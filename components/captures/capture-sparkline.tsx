import { formatQuantity } from "@/lib/design/notation";

/**
 * A quick look at a measured waveform: min/max per pixel column (so spikes survive the
 * thinning), drawn as one SVG path in the input colour. Not the Trace plot; just a preview.
 */
export function CaptureSparkline({
  samples,
  width = 560,
  height = 120,
  label,
}: {
  samples: [number, number][];
  width?: number;
  height?: number;
  label?: string;
}) {
  if (samples.length < 2) return null;
  const t0 = samples[0][0];
  const t1 = samples[samples.length - 1][0];
  let vMin = Infinity;
  let vMax = -Infinity;
  for (const [, v] of samples) {
    if (v < vMin) vMin = v;
    if (v > vMax) vMax = v;
  }
  const span = vMax - vMin || 1;
  const pad = 6;
  const x = (t: number) => pad + ((t - t0) / (t1 - t0 || 1)) * (width - 2 * pad);
  const y = (v: number) => height - pad - ((v - vMin) / span) * (height - 2 * pad);
  const columns = Math.max(2, Math.floor(width - 2 * pad));
  const lo = new Array<number>(columns).fill(Infinity);
  const hi = new Array<number>(columns).fill(-Infinity);
  for (const [t, v] of samples) {
    const c = Math.min(columns - 1, Math.floor(((t - t0) / (t1 - t0 || 1)) * (columns - 1)));
    if (v < lo[c]) lo[c] = v;
    if (v > hi[c]) hi[c] = v;
  }
  let d = "";
  for (let c = 0; c < columns; c++) {
    if (lo[c] === Infinity) continue;
    const px = pad + c;
    d += `${d ? "L" : "M"}${px.toFixed(1)},${y(lo[c]).toFixed(1)}L${px.toFixed(1)},${y(hi[c]).toFixed(1)}`;
  }
  return (
    <figure className="flex flex-col gap-1">
      <svg
        viewBox={`0 0 ${width} ${height}`}
        preserveAspectRatio="none"
        style={{ height }}
        className="w-full rounded border border-paper-line bg-paper-card"
        role="img"
        aria-label={label ?? "Capture preview"}
      >
        <line
          x1={pad}
          x2={width - pad}
          y1={y(0)}
          y2={y(0)}
          stroke="#d9ddd3"
          strokeDasharray="3 3"
          strokeWidth={vMin <= 0 && vMax >= 0 ? 1 : 0}
        />
        <path d={d} fill="none" stroke="#3b4fa8" strokeWidth={1.2} vectorEffect="non-scaling-stroke" />
        <line x1={x(t0)} x2={x(t1)} y1={height - 1} y2={height - 1} stroke="#d9ddd3" />
      </svg>
      <figcaption className="flex justify-between font-mono text-[11px] text-ink-mute">
        <span>
          {formatQuantity(vMin, "V")} … {formatQuantity(vMax, "V")}
        </span>
        <span>
          {samples.length.toLocaleString("en")} points over {formatQuantity(t1 - t0, "s")}
        </span>
      </figcaption>
    </figure>
  );
}
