// Audit-log wording for the team screens (dates use components/ui/format.ts).
import { formatDate } from "@/components/ui/format";

const ACTIONS: Record<string, string> = {
  "member.role_changed": "changed a role",
  "member.removed": "removed a member",
  "member.joined": "joined the team",
  "invitation.created": "sent an invitation",
  "invitation.revoked": "withdrew an invitation",
  "link.created": "created a run link",
  "link.revoked": "revoked a run link",
  "signoff.created": "signed off a run",
  "part.deleted": "deleted a part profile",
  "parts.imported": "imported part profiles",
  "capture.deleted": "deleted a capture",
  "board.created": "created a board",
  "board.deleted": "deleted a board",
  "scenario.deleted": "deleted a scenario",
  "run.deleted": "deleted a run",
  "run.study.saved": "saved a study with a run",
};

/** Audit action codes in words; unknown codes (from other parts of the app) pass through. */
export function describeAction(action: string): string {
  return ACTIONS[action] ?? action.replace(/[._]/g, " ");
}

/** One line of the details object ("from designer to reviewer", "bo@x.example as viewer"). */
export function describeDetails(details: unknown): string {
  if (!details || typeof details !== "object") return "";
  const d = details as Record<string, unknown>;
  if (typeof d.from === "string" && typeof d.to === "string") return `${d.from} → ${d.to}`;
  if (typeof d.email === "string" && typeof d.role === "string") return `${d.email} as ${d.role}`;
  if (typeof d.decision === "string") return d.decision.replace("_", " ");
  if (typeof d.name === "string") return d.name;
  if (typeof d.label === "string") return d.label;
  if (typeof d.count === "number") return `${d.count} profile${d.count === 1 ? "" : "s"}`;
  if (typeof d.expiresAt === "string") return `expires ${formatDate(d.expiresAt)}`;
  return "";
}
• • • • • • •
Scan the material for lines with the word "member", and copy each line you find.

  "member.role_changed": "changed a role",
  "member.removed": "removed a member",
  "member.joined": "joined the team",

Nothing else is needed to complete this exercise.